▶ HOW TO COMPLETE THIS TASK: Return every line of the data that contains the string "FirstColumn".

▶ PROVIDED RECORDS:
● ● ● ● ● ● ●

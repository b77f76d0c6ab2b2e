import type { SignedIn } from '#server/actor.ts';
import type { Deps } from '#server/deps.ts';
import { listSites } from '#server/features/settings/settings.service.ts';
import type { SessionDto } from '#shared/contracts/session.contract.ts';
import { rolesAt } from '#shared/domain/policies/roles-at.ts';

export async function getSession(
  deps: Pick<Deps, 'config' | 'db'>,
  actor: SignedIn | null,
  csrfToken: string | null,
): Promise<SessionDto> {
  const sites = actor === null ? [] : await listSites(deps);
  return {
    organisation: deps.config.organisation,
    person: actor === null ? null : presentPerson(actor),
    sites: sites
      .map(({ code, name, zone }) => ({
        code,
        name,
        zone,
        roles: actor === null ? [] : rolesAt(actor, code),
      }))
      .filter((site) => site.roles.length > 0),
    csrfToken,
    demo: deps.config.oidc.isStandIn ? presentDemo(deps.config) : null,
  };
}

function presentPerson(actor: SignedIn): SessionDto['person'] {
  return {
    personId: actor.personId,
    name: actor.name,
    grants: [...actor.grants],
    projectIds: [...actor.projectIds],
  };
}

function presentDemo(config: Deps['config']): SessionDto['demo'] {
  return {
    people: config.oidc.demoPeople.map(({ sub, name, role, site, note }) => ({
      sub,
      name,
      role,
      site: site ?? null,
      note: note ?? null,
    })),
    mailUrl: config.mail.standInUrl,
  };
}
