import { useId } from 'react';
import { Link } from 'react-router-dom';
import { formatTemperature } from '#src/lib/format-quantity.ts';
import { t } from '#src/texts/t.ts';
import { countPositions, waterLevel, type Vessel } from './waterline.view.ts';

export type { Vessel } from './waterline.view.ts';

function Water(props: { vessel: Vessel }) {
  const hatchId = useId();
  const { vessel } = props;
  const { y, height } = waterLevel(vessel);
  const isStale = vessel.state === 'stale';
  return (
    <svg viewBox="0 0 92 22" preserveAspectRatio="none" aria-hidden="true">
      {isStale ? (
        <pattern
          id={hatchId}
          width="6"
          height="6"
          patternUnits="userSpaceOnUse"
          patternTransform="rotate(45)"
        >
          <path d="M0 0v6" stroke="var(--heron)" strokeWidth="1.6" />
        </pattern>
      ) : null}
      {vessel.state === 'out' ? (
        <path d="M2 21 90 2" stroke="var(--rule-2)" vectorEffect="non-scaling-stroke" />
      ) : (
        <>
          <rect
            className="mp-water"
            x="1"
            y={y}
            width="90"
            height={height}
            fill={isStale ? `url(#${hatchId})` : 'var(--heron-wash)'}
            opacity={isStale ? 0.55 : 1}
          />
          <rect className="mp-water" x="1" y={y - 1} width="90" height="2" fill="var(--heron)" />
        </>
      )}
      <path
        d="M.8 0v21.2H91.2V0"
        fill="none"
        stroke="var(--ink)"
        strokeWidth="1.3"
        vectorEffect="non-scaling-stroke"
      />
      <path
        d="M1 6.38h4M1 11.66h4M1 16.94h4"
        stroke="var(--ink)"
        vectorEffect="non-scaling-stroke"
        opacity=".55"
      />
    </svg>
  );
}

function endWord(vessel: Vessel): string {
  const words = {
    ok: `${vessel.taken}/${vessel.positions}`,
    stale: t.layout.stale,
    out: t.layout.out,
  };
  return words[vessel.state];
}

function temperatureWord(vessel: Vessel): string {
  if (vessel.why !== undefined) {
    return vessel.why;
  }
  return vessel.temperatureC === null ? '' : formatTemperature(vessel.temperatureC, 0);
}

/** One vessel per chamber: its level is the share of positions taken now. */
export function Waterline(props: { siteName: string; clock: string; vessels: readonly Vessel[] }) {
  const { taken, positions } = countPositions(props.vessels);
  return (
    <section className="mp-waterline" aria-label={t.layout.waterline(props.siteName)}>
      <div className="mp-waterline-caption">
        <b>{t.layout.waterlineHead(props.clock)}</b>
        {t.layout.waterlineTaken(taken, positions)}
      </div>
      <ul className={props.vessels.length > 12 ? 'mp-waterline-many' : undefined}>
        {props.vessels.map((vessel) => (
          <li key={vessel.tag}>
            <Link to={vessel.href} title={vessel.sentence}>
              <Water vessel={vessel} />
              <span className="mp-vessel-words">
                <span>
                  <b>{vessel.tag}</b> {temperatureWord(vessel)}
                </span>
                <span>{endWord(vessel)}</span>
              </span>
              <span className="mp-hidden">{vessel.sentence}</span>
            </Link>
          </li>
        ))}
      </ul>
    </section>
  );
}
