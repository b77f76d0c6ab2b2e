import { useEffect, useRef, type SyntheticEvent } from 'react';
import { Kbd } from '#src/components/ui/kbd.tsx';
import { t } from '#src/texts/t.ts';

function isTyping(target: EventTarget | null): boolean {
  return (
    target instanceof HTMLElement &&
    (target.isContentEditable || ['INPUT', 'TEXTAREA', 'SELECT'].includes(target.tagName))
  );
}

/** Finds by what people say: a tag, a serial, a number. `/` comes here from anywhere. */
export function FindField(props: { onFind: (text: string) => void }) {
  const ref = useRef<HTMLInputElement>(null);
  useEffect(() => {
    const focus = (event: KeyboardEvent) => {
      if (event.key === '/' && !event.ctrlKey && !event.metaKey && !isTyping(event.target)) {
        event.preventDefault();
        ref.current?.focus();
      }
    };
    window.addEventListener('keydown', focus);
    return () => {
      window.removeEventListener('keydown', focus);
    };
  }, []);
  const submit = (event: SyntheticEvent) => {
    event.preventDefault();
    const text = ref.current?.value.trim() ?? '';
    if (text !== '') {
      props.onFind(text);
    }
  };
  return (
    <form className="mp-find" role="search" onSubmit={submit}>
      <input
        ref={ref}
        type="search"
        aria-label={t.layout.findLabel}
        placeholder={t.layout.find}
        aria-keyshortcuts="/"
      />
      <span aria-hidden="true">
        <Kbd>/</Kbd>
      </span>
    </form>
  );
}
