import { useId, type CSSProperties, type ReactNode } from 'react';
import { t } from '#src/texts/t.ts';

/** One page: its title in the margin, what is the matter on the sheet, then the sections. */
export function Page(props: {
  title: string;
  subtitle?: ReactNode;
  /** The head of the sheet: the state in a sentence, or a line of explanation. */
  intro?: ReactNode;
  /** At the right end of the head; one filled button at most. */
  actions?: ReactNode;
  /** What an act has just done, under the head. */
  notice?: ReactNode;
  /** More under the head, before the first section: a fact list. */
  lead?: ReactNode;
  children?: ReactNode;
}) {
  return (
    <div className="mp-page">
      <title>{`${props.title} · ${t.layout.product}`}</title>
      <div className="mp-row">
        <div className="mp-margin">
          <h1>{props.title}</h1>
          {props.subtitle === undefined ? null : <p className="mp-subtitle">{props.subtitle}</p>}
        </div>
        <div className="mp-sheet mp-stack">
          <div className="mp-page-head">
            <div className="mp-intro">{props.intro}</div>
            {props.actions === undefined ? null : <div className="mp-acts">{props.actions}</div>}
          </div>
          {props.notice}
          {props.lead}
        </div>
      </div>
      {props.children}
    </div>
  );
}

/** A row `margin | sheet` with a hairline above it. The note is at most five short lines. */
export function Section(props: {
  title: string;
  note?: ReactNode;
  children: ReactNode;
  id?: string | undefined;
}) {
  const headId = useId();
  return (
    <section className="mp-row" aria-labelledby={headId} id={props.id}>
      <div className="mp-margin">
        <h2 id={headId}>{props.title}</h2>
        {props.note === undefined ? null : (
          <div className="mp-note mp-margin-note">{props.note}</div>
        )}
      </div>
      <div className="mp-sheet">{props.children}</div>
    </section>
  );
}

type FirstColumn = CSSProperties & { '--mp-first': string };

/** Two columns inside a sheet, never three; `form` is the ledger beside its live result. */
export function TwoColumns(props: {
  children: readonly [ReactNode, ReactNode];
  kind?: 'figure' | 'form' | undefined;
  firstWidth?: number | undefined;
}) {
  const style: FirstColumn = { '--mp-first': `${props.firstWidth ?? 700}px` };
  return (
    <div className={props.kind === 'form' ? 'mp-form-two' : 'mp-two'} style={style}>
      <div className="min-w-0">{props.children[0]}</div>
      <div className="min-w-0">{props.children[1]}</div>
    </div>
  );
}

● ● ● ● ● ● ●

▶ PROBLEM SOLUTION:
type FirstColumn = CSSProperties & { '--mp-first': string };
  const style: FirstColumn = { '--mp-first': `${props.firstWidth ?? 700}px` };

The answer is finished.